(INSTRUCTIONS FOR THE TASK): If a line in the records below contains the word "float", return that line.

(RECORDED INFORMATION):
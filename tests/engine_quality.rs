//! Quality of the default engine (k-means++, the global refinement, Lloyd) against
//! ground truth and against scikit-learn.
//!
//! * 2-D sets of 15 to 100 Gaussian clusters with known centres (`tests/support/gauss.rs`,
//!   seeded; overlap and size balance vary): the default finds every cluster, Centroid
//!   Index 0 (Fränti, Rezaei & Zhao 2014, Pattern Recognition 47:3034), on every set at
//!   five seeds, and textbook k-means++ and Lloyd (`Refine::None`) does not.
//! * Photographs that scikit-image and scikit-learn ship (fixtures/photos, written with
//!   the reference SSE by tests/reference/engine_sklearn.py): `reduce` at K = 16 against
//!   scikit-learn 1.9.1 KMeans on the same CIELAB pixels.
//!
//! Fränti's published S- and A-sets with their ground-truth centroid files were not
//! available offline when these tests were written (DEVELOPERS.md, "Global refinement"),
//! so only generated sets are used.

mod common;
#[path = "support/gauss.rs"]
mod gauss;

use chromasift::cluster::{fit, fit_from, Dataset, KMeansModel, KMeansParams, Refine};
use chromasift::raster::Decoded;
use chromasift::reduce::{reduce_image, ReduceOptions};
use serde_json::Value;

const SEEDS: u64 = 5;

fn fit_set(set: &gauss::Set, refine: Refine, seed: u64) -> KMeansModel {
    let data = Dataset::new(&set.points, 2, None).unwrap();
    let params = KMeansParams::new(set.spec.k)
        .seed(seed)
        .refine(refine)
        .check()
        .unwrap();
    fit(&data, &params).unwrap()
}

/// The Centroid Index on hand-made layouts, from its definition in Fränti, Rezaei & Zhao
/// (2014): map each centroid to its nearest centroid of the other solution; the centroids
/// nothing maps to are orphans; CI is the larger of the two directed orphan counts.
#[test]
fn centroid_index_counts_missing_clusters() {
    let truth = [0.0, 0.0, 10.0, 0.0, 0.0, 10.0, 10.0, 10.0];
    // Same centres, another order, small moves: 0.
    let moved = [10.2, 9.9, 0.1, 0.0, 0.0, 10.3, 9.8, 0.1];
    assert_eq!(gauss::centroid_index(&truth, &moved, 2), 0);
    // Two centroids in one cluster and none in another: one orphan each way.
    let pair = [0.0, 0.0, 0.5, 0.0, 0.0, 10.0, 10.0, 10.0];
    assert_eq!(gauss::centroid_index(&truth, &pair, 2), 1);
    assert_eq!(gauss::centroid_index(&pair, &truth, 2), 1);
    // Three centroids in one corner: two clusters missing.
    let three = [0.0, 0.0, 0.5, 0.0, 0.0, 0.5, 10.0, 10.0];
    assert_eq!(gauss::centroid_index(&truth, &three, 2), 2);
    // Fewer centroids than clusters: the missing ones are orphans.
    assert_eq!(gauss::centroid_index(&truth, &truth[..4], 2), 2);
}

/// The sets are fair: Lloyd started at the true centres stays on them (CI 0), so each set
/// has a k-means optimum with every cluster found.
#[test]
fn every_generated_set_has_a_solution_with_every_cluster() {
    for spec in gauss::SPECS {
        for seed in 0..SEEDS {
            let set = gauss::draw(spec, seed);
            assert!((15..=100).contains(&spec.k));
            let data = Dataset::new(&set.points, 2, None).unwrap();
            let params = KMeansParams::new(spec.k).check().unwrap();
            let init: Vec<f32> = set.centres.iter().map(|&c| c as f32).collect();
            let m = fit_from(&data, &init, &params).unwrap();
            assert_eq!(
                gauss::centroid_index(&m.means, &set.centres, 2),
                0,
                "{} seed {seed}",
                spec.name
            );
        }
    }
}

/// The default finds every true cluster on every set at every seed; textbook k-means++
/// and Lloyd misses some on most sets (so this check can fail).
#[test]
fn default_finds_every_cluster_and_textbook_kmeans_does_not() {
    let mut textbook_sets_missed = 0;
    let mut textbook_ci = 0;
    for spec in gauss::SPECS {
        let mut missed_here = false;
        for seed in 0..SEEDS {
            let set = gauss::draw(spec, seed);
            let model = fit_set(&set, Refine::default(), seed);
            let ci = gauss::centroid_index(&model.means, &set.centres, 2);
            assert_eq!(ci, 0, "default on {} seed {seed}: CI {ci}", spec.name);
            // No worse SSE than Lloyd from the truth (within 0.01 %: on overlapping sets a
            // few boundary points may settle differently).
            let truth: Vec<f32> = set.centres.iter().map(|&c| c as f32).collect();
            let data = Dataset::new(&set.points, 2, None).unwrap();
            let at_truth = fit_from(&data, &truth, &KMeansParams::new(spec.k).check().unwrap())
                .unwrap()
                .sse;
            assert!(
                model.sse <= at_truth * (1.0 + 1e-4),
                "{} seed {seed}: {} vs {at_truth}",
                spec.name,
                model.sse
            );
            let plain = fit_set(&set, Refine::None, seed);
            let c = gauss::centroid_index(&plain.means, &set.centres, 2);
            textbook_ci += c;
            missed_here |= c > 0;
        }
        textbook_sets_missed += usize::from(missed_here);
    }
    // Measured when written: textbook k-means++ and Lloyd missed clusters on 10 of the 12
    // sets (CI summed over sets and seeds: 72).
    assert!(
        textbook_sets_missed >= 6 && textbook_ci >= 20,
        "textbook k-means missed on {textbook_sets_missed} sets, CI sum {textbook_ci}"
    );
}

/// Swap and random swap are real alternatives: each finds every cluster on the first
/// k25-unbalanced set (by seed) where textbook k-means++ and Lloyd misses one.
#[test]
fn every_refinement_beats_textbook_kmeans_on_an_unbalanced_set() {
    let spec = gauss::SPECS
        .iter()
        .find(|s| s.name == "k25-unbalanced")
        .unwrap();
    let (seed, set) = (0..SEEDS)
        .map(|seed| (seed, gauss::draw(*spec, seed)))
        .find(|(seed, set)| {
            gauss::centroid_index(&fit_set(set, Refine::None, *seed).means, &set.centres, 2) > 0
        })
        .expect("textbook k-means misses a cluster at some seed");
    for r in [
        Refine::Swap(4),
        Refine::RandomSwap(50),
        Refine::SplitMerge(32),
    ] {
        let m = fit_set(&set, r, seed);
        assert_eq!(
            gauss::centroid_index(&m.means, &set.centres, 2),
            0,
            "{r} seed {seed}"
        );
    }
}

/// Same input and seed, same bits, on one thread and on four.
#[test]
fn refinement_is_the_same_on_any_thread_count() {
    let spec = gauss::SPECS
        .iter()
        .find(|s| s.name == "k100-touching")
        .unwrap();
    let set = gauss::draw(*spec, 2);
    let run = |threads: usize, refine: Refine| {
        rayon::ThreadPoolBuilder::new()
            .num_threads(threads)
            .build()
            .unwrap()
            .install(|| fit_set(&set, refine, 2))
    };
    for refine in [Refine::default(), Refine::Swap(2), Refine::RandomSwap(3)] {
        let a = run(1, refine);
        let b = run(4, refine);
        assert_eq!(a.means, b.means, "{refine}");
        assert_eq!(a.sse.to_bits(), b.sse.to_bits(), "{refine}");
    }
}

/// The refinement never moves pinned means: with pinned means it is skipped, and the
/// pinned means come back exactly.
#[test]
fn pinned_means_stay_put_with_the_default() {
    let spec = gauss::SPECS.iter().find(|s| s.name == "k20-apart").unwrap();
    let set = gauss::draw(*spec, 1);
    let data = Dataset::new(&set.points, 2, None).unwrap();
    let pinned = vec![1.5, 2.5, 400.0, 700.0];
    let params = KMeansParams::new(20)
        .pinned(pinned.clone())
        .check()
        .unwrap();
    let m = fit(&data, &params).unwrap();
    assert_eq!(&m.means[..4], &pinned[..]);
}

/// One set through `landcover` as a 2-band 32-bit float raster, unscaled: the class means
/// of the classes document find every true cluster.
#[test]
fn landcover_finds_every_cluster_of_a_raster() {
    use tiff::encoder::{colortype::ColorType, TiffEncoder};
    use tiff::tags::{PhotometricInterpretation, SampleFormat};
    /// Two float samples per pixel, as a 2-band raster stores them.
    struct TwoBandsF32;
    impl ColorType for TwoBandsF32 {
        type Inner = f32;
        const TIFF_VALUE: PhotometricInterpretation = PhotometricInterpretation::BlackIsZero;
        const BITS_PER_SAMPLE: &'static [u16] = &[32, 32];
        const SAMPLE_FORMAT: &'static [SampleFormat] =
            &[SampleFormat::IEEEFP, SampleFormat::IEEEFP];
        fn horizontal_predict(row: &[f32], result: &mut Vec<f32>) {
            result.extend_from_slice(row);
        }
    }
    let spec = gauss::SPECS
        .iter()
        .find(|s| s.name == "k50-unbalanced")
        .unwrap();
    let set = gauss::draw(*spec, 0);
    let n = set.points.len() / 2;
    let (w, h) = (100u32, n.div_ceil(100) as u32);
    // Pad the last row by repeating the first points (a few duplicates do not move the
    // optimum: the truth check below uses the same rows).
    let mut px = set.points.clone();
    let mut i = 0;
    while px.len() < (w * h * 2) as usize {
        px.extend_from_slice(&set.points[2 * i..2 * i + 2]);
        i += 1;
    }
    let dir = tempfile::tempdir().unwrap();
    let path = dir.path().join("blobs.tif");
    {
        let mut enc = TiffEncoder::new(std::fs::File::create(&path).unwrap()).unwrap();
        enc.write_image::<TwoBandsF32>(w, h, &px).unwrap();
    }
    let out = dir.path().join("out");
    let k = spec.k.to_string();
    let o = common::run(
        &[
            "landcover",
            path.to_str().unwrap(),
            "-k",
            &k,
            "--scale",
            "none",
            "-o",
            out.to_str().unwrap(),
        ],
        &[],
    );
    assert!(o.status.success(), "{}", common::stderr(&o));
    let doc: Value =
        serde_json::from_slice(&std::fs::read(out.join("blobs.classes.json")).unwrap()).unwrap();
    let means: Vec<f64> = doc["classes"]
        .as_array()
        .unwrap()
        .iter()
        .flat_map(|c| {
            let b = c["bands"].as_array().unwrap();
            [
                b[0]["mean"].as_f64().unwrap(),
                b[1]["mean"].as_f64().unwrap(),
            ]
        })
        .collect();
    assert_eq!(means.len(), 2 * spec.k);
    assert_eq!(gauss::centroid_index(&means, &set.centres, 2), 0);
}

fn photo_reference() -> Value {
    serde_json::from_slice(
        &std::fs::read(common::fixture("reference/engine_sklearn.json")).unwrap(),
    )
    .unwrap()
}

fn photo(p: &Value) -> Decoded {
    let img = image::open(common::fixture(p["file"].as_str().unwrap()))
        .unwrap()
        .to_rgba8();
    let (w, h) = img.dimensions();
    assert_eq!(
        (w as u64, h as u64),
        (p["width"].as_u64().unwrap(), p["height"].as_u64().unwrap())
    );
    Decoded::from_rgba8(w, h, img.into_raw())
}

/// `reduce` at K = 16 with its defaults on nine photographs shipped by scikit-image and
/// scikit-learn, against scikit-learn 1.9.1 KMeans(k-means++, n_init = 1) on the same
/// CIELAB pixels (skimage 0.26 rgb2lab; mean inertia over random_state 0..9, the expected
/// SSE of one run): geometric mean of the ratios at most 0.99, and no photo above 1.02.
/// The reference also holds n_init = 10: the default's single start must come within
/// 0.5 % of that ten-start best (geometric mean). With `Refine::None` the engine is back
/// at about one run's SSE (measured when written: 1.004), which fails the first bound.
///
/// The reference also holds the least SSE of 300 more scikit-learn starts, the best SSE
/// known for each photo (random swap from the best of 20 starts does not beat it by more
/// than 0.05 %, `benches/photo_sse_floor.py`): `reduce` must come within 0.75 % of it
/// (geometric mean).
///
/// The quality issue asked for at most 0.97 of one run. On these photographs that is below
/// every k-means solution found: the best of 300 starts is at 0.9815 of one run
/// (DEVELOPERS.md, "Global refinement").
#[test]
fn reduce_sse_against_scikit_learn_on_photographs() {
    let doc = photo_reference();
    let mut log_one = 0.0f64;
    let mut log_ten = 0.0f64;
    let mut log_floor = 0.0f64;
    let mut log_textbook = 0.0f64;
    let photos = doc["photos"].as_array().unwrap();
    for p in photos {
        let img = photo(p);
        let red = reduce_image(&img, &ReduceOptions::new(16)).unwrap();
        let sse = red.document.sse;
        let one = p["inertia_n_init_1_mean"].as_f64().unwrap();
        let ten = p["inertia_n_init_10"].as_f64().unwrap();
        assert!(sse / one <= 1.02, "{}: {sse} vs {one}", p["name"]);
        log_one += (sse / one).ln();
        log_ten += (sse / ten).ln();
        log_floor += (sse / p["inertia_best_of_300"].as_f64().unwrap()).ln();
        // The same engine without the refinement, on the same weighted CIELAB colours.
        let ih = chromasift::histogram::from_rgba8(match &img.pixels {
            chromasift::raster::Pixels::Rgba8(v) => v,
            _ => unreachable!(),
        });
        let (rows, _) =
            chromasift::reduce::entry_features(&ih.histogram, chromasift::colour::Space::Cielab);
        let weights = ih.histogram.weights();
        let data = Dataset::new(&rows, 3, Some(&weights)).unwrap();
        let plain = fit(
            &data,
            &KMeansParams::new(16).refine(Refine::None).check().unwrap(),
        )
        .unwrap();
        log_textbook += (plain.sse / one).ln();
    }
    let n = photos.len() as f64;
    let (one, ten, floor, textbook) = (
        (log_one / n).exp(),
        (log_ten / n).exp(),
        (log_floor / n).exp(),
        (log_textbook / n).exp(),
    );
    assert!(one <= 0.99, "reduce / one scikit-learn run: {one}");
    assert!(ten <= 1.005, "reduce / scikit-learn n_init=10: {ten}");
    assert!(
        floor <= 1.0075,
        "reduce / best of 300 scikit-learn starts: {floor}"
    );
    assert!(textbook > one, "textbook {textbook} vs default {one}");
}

(WRITTEN RESPONSE):
/// One set through `landcover` as a 2-band 32-bit float raster, unscaled: the class means
    /// Two float samples per pixel, as a 2-band raster stores them.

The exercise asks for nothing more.